Thanks for writing. Great hearing from you.
Stay well and please stay healthy,
It is always a treat to hear from you.
I agree with both your points. The iPhone 12 mini is a bit expensive and I, too, appreciate the utility of Touch ID. What I continue to hope for is an iPhone that has both FaceID and TouchID embeded under the display glass. That would be a phone I would likely buy, if it were small enough.
It sounds like you have a great new phone with exactly what you need.
By the way, Paul, I really enjoy your writing for AppleVis. I read everything you author. Your work is fun, informative and well written. Thank you for all those efforts.
Warm wishes to you and your family,
It's really great to hear from you again. And, I am glad you joined us in the Apple ecosystem.
Thanks for your kind feedback on my writing. That was very nice. I love the latest technology, but I also like story telling, so writing for AppleVis lets me do the two things I enjoy most when putting words together.
The hardest part of composing a story is keeping it trimmed down. A lot of detail has to be abandoned. For instance, we did not just live in three homes by the time we finally moved to Texas, that was my ninth home. However, the story would have been considerably longer had I included all of the other places we lived. Some day, I will write more about the years we lived in what became Silicon Valley.
Thank you for writing. It is always a pleasure hearing from you,
I'm all for the next post whenever it comes :)
it's always a treat to read your and everyone's post on applevis.
Isn't the iPhone 12 mini as big as iPhone 7 or 8 plus? How can it be so small? Or is it the size of iPhone se 2020? The screen sizes say that iPhone 7plus, for example, is 5.5 inch and iPhone 12 mini is 5.4 inch. And iPhone se 2020 is 4.7 inch, I believe.
Your question is one that I initially had as well. I hope this helps.

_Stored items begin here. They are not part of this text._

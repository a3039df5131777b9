//! Selected eigenpairs of real symmetric banded matrices (finite-difference
//! Hamiltonians of order 2..8, half-bandwidth p = 1..4), of generalized pencils
//! A x = E B x with B symmetric positive definite (Numerov), and of periodic
//! (ring) matrices with wrap-around corners.
//!
//! Levels are asked for by index or as "all below an energy"; every returned
//! set is certified complete by Sturm counts (tridiagonal) or Sylvester's law
//! of inertia applied to an LDL^T factorisation of A - sigma B: the number of
//! eigenvalues below the upper end of the returned window's isolating interval
//! is reported as [`EigenInfo::inertia_below`].
//!
//! Methods ([`Method`]):
//! * `Dense` — reference solver, nalgebra's symmetric QR (+ Cholesky reduction
//!   for B), used by `Auto` for n <= [`DenseParams::limit`] (default 300).
//! * `Tridiagonal` — order-2 fast path: Sturm bisection to isolate, Rayleigh
//!   quotient iteration with twisted factorisations, Rayleigh-Ritz
//!   ([`tridiagonal`] module docs give the sources).
//! * `ShiftInvert` — shift-and-invert Lanczos with full
//!   re-orthogonalisation on a banded (bordered for wrap) LDL^T.
//! * `Guided` — with one guess per wanted level ([`GuidedParams::guesses`]):
//!   inverse iteration at each guess, Rayleigh-Ritz and an inertia proof
//!   ([`guided`]); falls back to `ShiftInvert` when the proof fails.
//!
//! Diagnostics follow LAPACK's DSTT21/DSTT22 scalings ([`diagnostics`]); the
//! memory each method needs, and the limit it is held to, are in [`memory`].
//! Each method has its own `*Params` nested in [`EigenParams`] (faer's
//! style), with documented defaults.

pub mod dense;
pub mod diagnostics;
pub mod error;
pub mod guided;
pub mod ldlt;
pub mod matrix;
pub mod memory;
pub mod params;
pub mod shift_invert;
pub mod solve;
pub mod sturm;
pub mod subspace;
pub mod tridiagonal;

#[cfg(test)]
mod tests;

pub use error::EigenError;
pub use matrix::{Problem, SymBanded};
pub use params::{
    DenseParams, EigenInfo, EigenParams, Eigenpairs, GuidedParams, LanczosParams, Method,
    PathOutput, Selection, TridiagonalParams,
};
pub use solve::{auto_method, count_below, eigenvalues, solve, solve_unchecked};
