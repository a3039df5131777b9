//! Dense reference solver: the full spectrum of A (or of the pencil (A, B))
//! with nalgebra's symmetric QR algorithm (Golub & Van Loan, *Matrix
//! Computations*, 4th ed., 2013, sec. 8.3). The generalized pencil is reduced
//! to standard form with the Cholesky factor B = L L^T:
//! C = L^-1 A L^-T, C y = E y, x = L^-T y (Golub & Van Loan sec. 8.7.2),
//! which makes the x B-orthonormal. Wrap corners come in through
//! [`SymBanded::to_dense`](super::SymBanded::to_dense).
//! O(n^3) time and O(n^2) memory: meant for n up to a few thousand.

use nalgebra::DMatrix;

use super::error::EigenError;
use super::matrix::Problem;

/// The matrix whose eigenvalues are those of the pencil: A itself, or
/// C = L^-1 A L^-T with B = L L^T; and L^-T, which maps C's eigenvectors
/// back to the pencil's.
type Reduced = (DMatrix<f64>, Option<DMatrix<f64>>);

fn reduce(problem: &Problem) -> Result<Reduced, EigenError> {
    let a = problem.a.to_dense();
    Ok(match problem.b {
        None => (a, None),
        Some(b) => {
            let chol = b
                .to_dense()
                .cholesky()
                .ok_or(EigenError::NotPositiveDefinite)?;
            let linv = chol
                .l()
                .try_inverse()
                .ok_or(EigenError::NotPositiveDefinite)?;
            let c = &linv * a * linv.transpose();
            let c = (&c + c.transpose()) * 0.5;
            (c, Some(linv.transpose()))
        }
    })
}

/// All eigenvalues, ascending, without vectors (one symmetric QR that
/// never accumulates the rotations).
pub fn dense_values(problem: &Problem) -> Result<Vec<f64>, EigenError> {
    let (c, _) = reduce(problem)?;
    let mut values: Vec<f64> = c.symmetric_eigenvalues().iter().copied().collect();
    values.sort_by(|x, y| x.total_cmp(y));
    Ok(values)
}

/// All eigenvalues (ascending) and the matching eigenvectors (columns).
pub fn dense_eigen(problem: &Problem) -> Result<(Vec<f64>, DMatrix<f64>), EigenError> {
    let (c, linv_t) = reduce(problem)?;
    let eig = c.symmetric_eigen();
    let n = eig.eigenvalues.len();
    let mut order: Vec<usize> = (0..n).collect();
    order.sort_by(|&x, &y| eig.eigenvalues[x].total_cmp(&eig.eigenvalues[y]));
    let values: Vec<f64> = order.iter().map(|&i| eig.eigenvalues[i]).collect();
    let mut vecs = DMatrix::zeros(n, n);
    for (jn, &jo) in order.iter().enumerate() {
        vecs.set_column(jn, &eig.eigenvectors.column(jo));
    }
    if let Some(t) = linv_t {
        vecs = t * vecs;
    }
    Ok((values, vecs))
}

/// Levels `first..first+count` by the dense solver, vectors normalised
/// (unit 2-norm, or x^T B x = 1) with the largest-magnitude entry positive.
pub fn solve_dense(
    problem: &Problem,
    first: usize,
    count: usize,
) -> Result<(Vec<f64>, Vec<Vec<f64>>), EigenError> {
    let (vals, vecs) = dense_eigen(problem)?;
    Ok(pick_dense(&vals, &vecs, first, count))
}

/// Levels `first..first+count` out of a full dense decomposition
/// ([`dense_eigen`]), vectors with the sign convention of [`fix_sign`].
pub fn pick_dense(
    vals: &[f64],
    vecs: &DMatrix<f64>,
    first: usize,
    count: usize,
) -> (Vec<f64>, Vec<Vec<f64>>) {
    let values = vals[first..first + count].to_vec();
    let vectors = (first..first + count)
        .map(|j| {
            let mut v: Vec<f64> = vecs.column(j).iter().copied().collect();
            fix_sign(&mut v);
            v
        })
        .collect();
    (values, vectors)
}

/// Flips `v` so that its entry of largest magnitude is positive (a
/// deterministic sign convention shared by all paths).
pub fn fix_sign(v: &mut [f64]) {
    let mut best = 0.0f64;
    let mut s = 1.0;
    for &x in v.iter() {
        if x.abs() > best {
            best = x.abs();
            s = x.signum();
        }
    }
    if s < 0.0 {
        v.iter_mut().for_each(|x| *x = -*x);
    }
}

#[cfg(test)]
mod tests {
    use super::*;
    use crate::eigen::matrix::SymBanded;

    #[test]
    fn box_matches_closed_form_and_generalized_is_b_orthonormal() {
        // tridiag(-1, 2, -1): 2 - 2 cos(j pi/(n+1)) // closed form
        let n = 30;
        let a = SymBanded {
            n,
            bands: vec![vec![2.0; n], vec![-1.0; n - 1]],
            wrap: false,
        };
        let (v, _) = dense_eigen(&Problem { a: &a, b: None }).unwrap();
        for (j, x) in v.iter().enumerate() {
            let want = 2.0 - 2.0 * ((j + 1) as f64 * std::f64::consts::PI / (n as f64 + 1.0)).cos();
            approx::assert_abs_diff_eq!(*x, want, epsilon = 1e-13);
        }
        // B = tridiag(1/12, 10/12, 1/12) (Numerov metric), positive definite
        let b = SymBanded {
            n,
            bands: vec![vec![10.0 / 12.0; n], vec![1.0 / 12.0; n - 1]],
            wrap: false,
        };
        let pr = Problem { a: &a, b: Some(&b) };
        let (vals, vecs) = solve_dense(&pr, 3, 4).unwrap();
        for (i, x) in vecs.iter().enumerate() {
            let mut bx = vec![0.0; n];
            b.mul_vec(x, &mut bx);
            for (j, y) in vecs.iter().enumerate() {
                let g: f64 = y.iter().zip(&bx).map(|(p, q)| p * q).sum();
                approx::assert_abs_diff_eq!(g, if i == j { 1.0 } else { 0.0 }, epsilon = 1e-13);
            }
            let r = crate::eigen::diagnostics::residual_norm1(&pr, vals[i], x);
            assert!(r < 1e-12);
        }
    }
}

Generally, when you look up screen sizes on iPhones, you are seeing the size of the display where you can see the illuminated area and perform gestures. So, if you have a Home button, you loose a bunch of visible display space at the bottom of the screen. So, a SE2020 has a smaller screen size, than the iPhone 12 mini, but the entire SE2020 device is slightly larger. That's because you have a Home button taking up real estate. Of course, if you prefer TouchID in a smaller footprint, the SE2020 sounds like a great iPhone. You mentioned both the iPhone 7 and iPhone 8 plus. Although the 8 plus had a larger area for gestures than the 12 mini, it was considerably larger and heavier for carrying in a pocket or a purse. The iPhone 7 had a smaller screen for viewing and gestures, but it was also larger than the iPhone 12 mini. The iPhone 12 mini is slightly larger in overall size than a phone like the old iPhone 5S, but the mini has considerably more real display space for gestures and viewing . My last iPhone was the iPhone Xr, which is a really nice device, but it was just too large and heavy. The iPhone 12 mini does have a smaller display, but the same number of icons still appear on the Home screen and it is considerably smaller and lighter. And, although I have relatively large hands, I am having no problem with my four-finger gestures. I rather like FaceID, in part, because I like the entire display being available for gestures. As a totally blind user, the smaller footprint of the iPhone 12 mini makes it perfect for me.
I'm not a wizard on all the tech specs, but I did check the Web and was able to verify what I've shared here. If you make some other discovery or I am in error on some of this, please let me know.